▶ WHAT IS EXPECTED: Your answer should consist only of the lines below from the one with "23.0 / 22.990" through the one with "0.099749 + 2.500983", copied exactly.
[Start of Attachment]
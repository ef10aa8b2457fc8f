import { describe, expect, test } from "vitest";
import {
  calculatedConductivity,
  calculatedTds,
  ecRatioCheck,
  ionBalance,
  ionSumToEcCheck,
  labCheck,
  tdsRatioCheck,
  tdsToEcCheck,
  type WaterAnalysis,
} from "#app/lib/water/index.ts";

// An invented hard-water stream sample, worked through Standard Methods 1030 E by hand.
// Molar masses from IUPAC atomic weights; λ° per equivalent from the CRC table (25 °C).
const sample: WaterAnalysis = {
  ionsMgPerL: { Ca: 48.1, Mg: 12.2, Na: 23.0, K: 3.9, HCO3: 152.6, SO4: 48.0, Cl: 35.5, NO3: 6.2 },
  measuredEcUsPerCm: 460,
  measuredTdsMgPerL: 270,
};

// Step 1, mg/L ÷ molar mass = mmol/L; × |z| = meq/L; × λ°_eq = µS/cm:
//   Ca   48.1 / 40.078 = 1.200160 mmol → 2.400319 meq × 59.47 = 142.7470
//   Mg   12.2 / 24.305 = 0.501954      → 1.003909     × 53.0  =  53.2072
//   Na   23.0 / 22.990 = 1.000435      → 1.000435     × 50.08 =  50.1018
//   K     3.9 / 39.098 = 0.099749      → 0.099749     × 73.48 =   7.3296
//   HCO3 152.6 / 61.016 = 2.500983     → 2.500983     × 44.5  = 111.2938
//   SO4  48.0 / 96.056 = 0.499709      → 0.999417     × 80.0  =  79.9534
//   Cl   35.5 / 35.450 = 1.001410      → 1.001410     × 76.31 =  76.4176
//   NO3   6.2 / 62.004 = 0.099994      → 0.099994     × 71.42 =   7.1415
// Step 2, κ⁰ = Σ = 528.1918 µS/cm.
// Step 3, I = ½ Σ c z² = ½ (4×1.200160 + 4×0.501954 + 1.000435 + 0.099749 + 2.500983
//          + 4×0.499709 + 1.001410 + 0.099994) / 1000 = 0.0067549 mol/L.
// Step 4, √I = 0.0821884; log y = −0.5 (0.0821884/1.0821884 − 0.3×0.0067549) = −0.0369601;
//          y = 0.918417, y² = 0.843490.
// Step 5, EC = 528.1918 × 0.843490 = 445.525 µS/cm.
describe("calculated conductivity (Standard Methods 1030 E), worked example", () => {
  const result = calculatedConductivity(sample);

  test("each step matches the hand calculation", () => {
    const line = (ion: string) => result.ions.find((l) => l.ion === ion)!;
    expect(line("Ca").mmolPerL).toBeCloseTo(1.20016, 5);
    expect(line("Ca").meqPerL).toBeCloseTo(2.400319, 5);
    expect(line("Ca").contributionUsPerCm).toBeCloseTo(142.747, 3);
    expect(line("SO4").meqPerL).toBeCloseTo(0.999417, 5);
    expect(line("HCO3").contributionUsPerCm).toBeCloseTo(111.2938, 3);
    expect(result.infiniteDilutionUsPerCm).toBeCloseTo(528.1918, 3);
    expect(result.ionicStrengthMolPerL).toBeCloseTo(0.0067549, 7);
    expect(result.monovalentActivityCoefficient).toBeCloseTo(0.918417, 5);
    expect(result.calculatedEcUsPerCm).toBeCloseTo(445.525, 2);
    expect(result.warnings).toEqual([]);
  });

  test("adds H⁺ and OH⁻ from the pH when they are not reported", () => {
    // pH 4.0: [H⁺] = 1e-4 mol/L = 0.1 meq/L → 349.65 × 0.1 = 34.965 µS/cm more than without pH.
    const acid = calculatedConductivity({ ionsMgPerL: { Na: 23.0, Cl: 35.5 }, pH: 4 });
    const neutral = calculatedConductivity({ ionsMgPerL: { Na: 23.0, Cl: 35.5 } });
    expect(acid.infiniteDilutionUsPerCm - neutral.infiniteDilutionUsPerCm).toBeCloseTo(34.965 + 198 * 1e-7, 6);
    expect(acid.ions.find((l) => l.ion === "H")?.fromPH).toBe(true);
  });

  test("warns when the ionic strength is beyond the method's comfortable range", () => {
    const brine = calculatedConductivity({ ionsMgPerL: { Na: 2299, Cl: 3545 } }); // 0.1 mol/L NaCl
    expect(brine.ionicStrengthMolPerL).toBeCloseTo(0.1, 4);
    expect(brine.warnings.join(" ")).toMatch(/Ionic strength 0.100 mol\/L/);
  });

  test("warns when alkalinity is missing at pH above 4.5", () => {
    const r = calculatedConductivity({ ionsMgPerL: { Ca: 40, Cl: 70 }, pH: 7.4 });
    expect(r.warnings.join(" ")).toMatch(/alkalinity/);
  });

  test("RangeError for negative or unknown ions and impossible pH", () => {
    expect(() => calculatedConductivity({ ionsMgPerL: { Na: -1 } })).toThrow(RangeError);
    expect(() => calculatedConductivity({ ionsMgPerL: { Unobtainium: 1 } as never })).toThrow(/Unknown ion/);
    expect(() => calculatedConductivity({ ionsMgPerL: { Na: 1 }, pH: 15 })).toThrow(RangeError);
  });
});

// Ion balance by hand: Σcat = 2.400319 + 1.003909 + 1.000435 + 0.099749 = 4.504412 meq/L;
// Σan = 2.500983 + 0.999417 + 1.001410 + 0.099994 = 4.601804 meq/L; difference −0.097392;
// percent = 100 × −0.097392 / 9.106216 = −1.0695 %. Anion sum 4.60 is in the 3.0–10.0 band,
// whose acceptance is ±2 % (Standard Methods 1030 E), so it passes.
describe("anion–cation balance (Standard Methods 1030 E)", () => {
  test("the worked example passes the 3.0–10.0 meq/L band (±2 %)", () => {
    const balance = ionBalance(sample);
    expect(balance.cationSumMeqPerL).toBeCloseTo(4.504412, 5);
    expect(balance.anionSumMeqPerL).toBeCloseTo(4.601804, 5);
    expect(balance.percentDifference).toBeCloseTo(-1.0695, 3);
    expect(balance.criterion?.acceptance).toBe("±2 %");
    expect(balance.verdict).toBe("pass");
  });

  test("below 3.0 meq/L the criterion is ±0.2 meq/L absolute", () => {
    // Na 1.5 meq (34.485 mg/L), Cl 1.2 meq (42.54 mg/L): difference 0.3 meq/L > 0.2 but ≤ 0.4 → warn.
    const balance = ionBalance({ ionsMgPerL: { Na: 1.5 * 22.99, Cl: 1.2 * 35.45 } });
    expect(balance.differenceMeqPerL).toBeCloseTo(0.3, 9);
    expect(balance.criterion?.acceptance).toBe("±0.2 meq/L");
    expect(balance.verdict).toBe("warn");
    expect(balance.explanation).toMatch(/anion is probably missing/);
  });

  test("above 10 meq/L the criterion is ±5 %, and a large gap fails", () => {
    // Na 20 meq, Cl 12 meq: (20 − 12)/32 = 25 % → fail; missing cation message for the reverse.
    expect(ionBalance({ ionsMgPerL: { Na: 20 * 22.99, Cl: 12 * 35.45 } }).verdict).toBe("fail");
    const reverse = ionBalance({ ionsMgPerL: { Na: 12 * 22.99, Cl: 20 * 35.45 } });
    expect(reverse.criterion?.acceptance).toBe("±5 %");
    expect(reverse.explanation).toMatch(/cation is probably missing/);
  });
});

// Calculated TDS by hand (Standard Methods 1030 E: 0.6 × alkalinity as CaCO₃ + other ions):
// alkalinity = 2.500983 meq/L × 50.04 = 125.149 mg/L as CaCO₃; 0.6 × 125.149 = 75.0895;
// other ions 48.1 + 12.2 + 23.0 + 3.9 + 48.0 + 35.5 + 6.2 = 176.9; total 251.990 mg/L.
describe("ratio checks (Standard Methods 1030 E acceptance ranges)", () => {
  test("calculated TDS worked by hand", () => {
    expect(calculatedTds(sample)).toBeCloseTo(251.99, 2);
    expect(calculatedTds({ ...sample, silicaMgPerL: 12 })).toBeCloseTo(263.99, 2);
  });

  test("each check's value and verdict for the worked example", () => {
    expect(tdsRatioCheck(270, 251.99).value).toBeCloseTo(1.0715, 4); // 1.0–1.2: pass
    expect(tdsRatioCheck(270, 251.99).verdict).toBe("pass");
    expect(ecRatioCheck(460, 445.525).value).toBeCloseTo(0.96853, 4); // 0.9–1.1: pass
    expect(tdsToEcCheck(270, 460).value).toBeCloseTo(0.58696, 4); // 0.55–0.70: pass
    expect(tdsToEcCheck(251.99, 460, "calculated").verdict).toBe("warn"); // 0.5478: just below 0.55
    expect(ionSumToEcCheck(4.601804, 460, "anion").value).toBeCloseTo(1.00039, 4); // 0.9–1.1: pass
  });

  test("clear failures and what they usually mean", () => {
    const wrongUnit = ecRatioCheck(460, 4455); // a result keyed in ×10
    expect(wrongUnit.verdict).toBe("fail");
    expect(wrongUnit.explanation).toMatch(/wrong unit/);
    expect(tdsRatioCheck(400, 251.99).verdict).toBe("fail");
    expect(tdsRatioCheck(400, 251.99).explanation).toMatch(/missing/);
    expect(() => tdsRatioCheck(0, 250)).toThrow(RangeError);
  });

  test("labCheck gathers everything, marks missing inputs and takes the worst verdict", () => {
    const page = labCheck(sample);
    expect(page.calculatedConductivity.calculatedEcUsPerCm).toBeCloseTo(445.525, 2);
    expect(page.ionBalance.verdict).toBe("pass");
    expect(page.checks).toHaveLength(6);
    expect(page.checks.find((c) => c.id === "calculated-tds-to-ec")?.verdict).toBe("warn");
    expect(page.overall).toBe("warn");

    const noMeasurements = labCheck({ ionsMgPerL: sample.ionsMgPerL });
    expect(noMeasurements.checks.every((c) => c.verdict === "not-run")).toBe(true);
    expect(noMeasurements.overall).toBe("pass");
  });
});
[End of Attachment]
▶ REPLY TO THE TASK:
//   Na   23.0 / 22.990 = 1.000435      → 1.000435     × 50.08 =  50.1018
//   K     3.9 / 39.098 = 0.099749      → 0.099749     × 73.48 =   7.3296
//   HCO3 152.6 / 61.016 = 2.500983     → 2.500983     × 44.5  = 111.2938
//   SO4  48.0 / 96.056 = 0.499709      → 0.999417     × 80.0  =  79.9534
//   Cl   35.5 / 35.450 = 1.001410      → 1.001410     × 76.31 =  76.4176
//   NO3   6.2 / 62.004 = 0.099994      → 0.099994     × 71.42 =   7.1415
// Step 2, κ⁰ = Σ = 528.1918 µS/cm.
// Step 3, I = ½ Σ c z² = ½ (4×1.200160 + 4×0.501954 + 1.000435 + 0.099749 + 2.500983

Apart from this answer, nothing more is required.